Synopsys debuted MIPI I3CSM controller IP, which incorporates in-band interrupts within the 2-wire interface to deliver low pin count. The IP supports all data rates up to 26.7 Mbps, dynamic address allocation, multi-master operations and 32-bit ARM AMBA Advanced Peripheral Bus slave interface.

Marvell unveiled a family of Ethernet transceivers fully optimized for 2.5Gbps and 5Gbps data rates over Cat5e cables. The transceivers can be kitted with Marvell’s range of switches, which span from basic Layer 2 functionality to models containing full Enterprise Class Virtualization and Layer 3+ features.

People

Soha Hassoun, Professor and Chair of the Department of Computer Science at Tufts University and a past general chair of DAC, is this year’s recipient of the Marie R. Pistilli Women in Engineering Achievement Award.

Deals

Ansys won a deal with ARM, which licensed engineering simulation software tools to help with electrostatic discharge, electromigration, power modeling, analyzing and validating foundation IP building blocks, as well as central processing units and graphics processing unit cores.

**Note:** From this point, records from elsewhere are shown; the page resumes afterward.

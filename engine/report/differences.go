package report

import (
	"escapement/engine/contrast"
	"escapement/engine/numbers"
	"escapement/engine/scene"
)

// Differences are the lines for [Compare]: numbers of both cases, and the findings,
// warnings and settings in which they differ. Numbers that agree are left out.
func Differences(before, after *Case) []scene.Difference {
	out := []scene.Difference{}
	for _, r := range contrast.Of(before.side(), after.side()).Rows {
		if r.Sign == contrast.Same {
			continue
		}
		label := r.Name
		switch r.Part {
		case "Findings", "Warnings", "Settings":
			label = r.Part[:len(r.Part)-1] + ": " + r.Name
		}
		out = append(out, scene.Difference{Label: label, Before: r.Before, After: r.After, Change: r.By})
	}
	return out
}

func (c *Case) side() contrast.Side {
	s := contrast.Side{Log: c.Log, Report: c.Measure, Plan: c.Plan}
	if d := numbers.OfDevice(c.Plan, c.Device, c.Measure); d != nil {
		s.Warnings = d.Warnings
	}
	return s
}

Toshiba adopted Cadence’s Innovus tool for its memory controller’s production design project, citing ability to achieve an optimal target performance while creating a 16% smaller place and route area for random logic with 25% lower power consumption compared with its previous solution.

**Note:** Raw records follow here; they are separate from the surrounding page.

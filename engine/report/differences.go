package report

import (
	"strconv"
	"strings"

	"escapement/engine/contrast"
	"escapement/engine/plan"
	"escapement/engine/scene"
	"escapement/engine/timeline"
)

// Differences are the lines for [Compare]: numbers of both cases, and the findings,
// warnings and settings in which they differ. Numbers that agree are left out.
func Differences(before, after *timeline.Timeline) []scene.Difference {
	out := []scene.Difference{}
	for _, r := range contrast.Of(before.Side(), after.Side()).Rows {
		if r.Sign == contrast.Same {
			continue
		}
		name := named(r.Place, r.Name)
		out = append(out, scene.Difference{Group: r.Part, Label: name, Before: r.Before, After: r.After, Change: r.By})
	}
	return out
}

// named is the name of a setting together with the part that it belongs to, or the
// given name of anything else.
func named(place, name string) string {
	list, rest, of := strings.Cut(place, "[")
	if n, _, ok := strings.Cut(rest, "]."); of && ok {
		if i, err := strconv.Atoi(n); err == nil {
			return strings.TrimSuffix(strings.TrimPrefix(list, "heart."), "s") + " " + strconv.Itoa(i+1) + ", " + name
		}
	}
	for _, f := range plan.Catalogue() {
		if f.Path == place {
			return label(&f)
		}
	}
	return name
}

GCT Semiconductor, a supplier of advanced 4G LTE semiconductor solutions, licensed Arteris FlexNoC IP for use in its low power LTE digital baseband chipsets, citing ability to reduce idle and active power consumption.

Numbers

Cadence released first quarter financial results, with revenue of $448 million, up 9% from the same period in 2015. On a GAAP basis, net income was $0.17 per share, up 42% compared to Q1 2015. Non-GAAP EPS was $0.28, up 22%. It was the company’s best quarter ever for hardware revenue. Additionally, the acquisition of Rocketick was finalized.

NXP’s first quarter results also came in, with revenue of $2.22 billion, up 52% year-on-year. GAAP net loss per share was ($1.16), primarily due to merger related accounting, said the company. Non-GAAP EPS was $1.14, down 15.6%.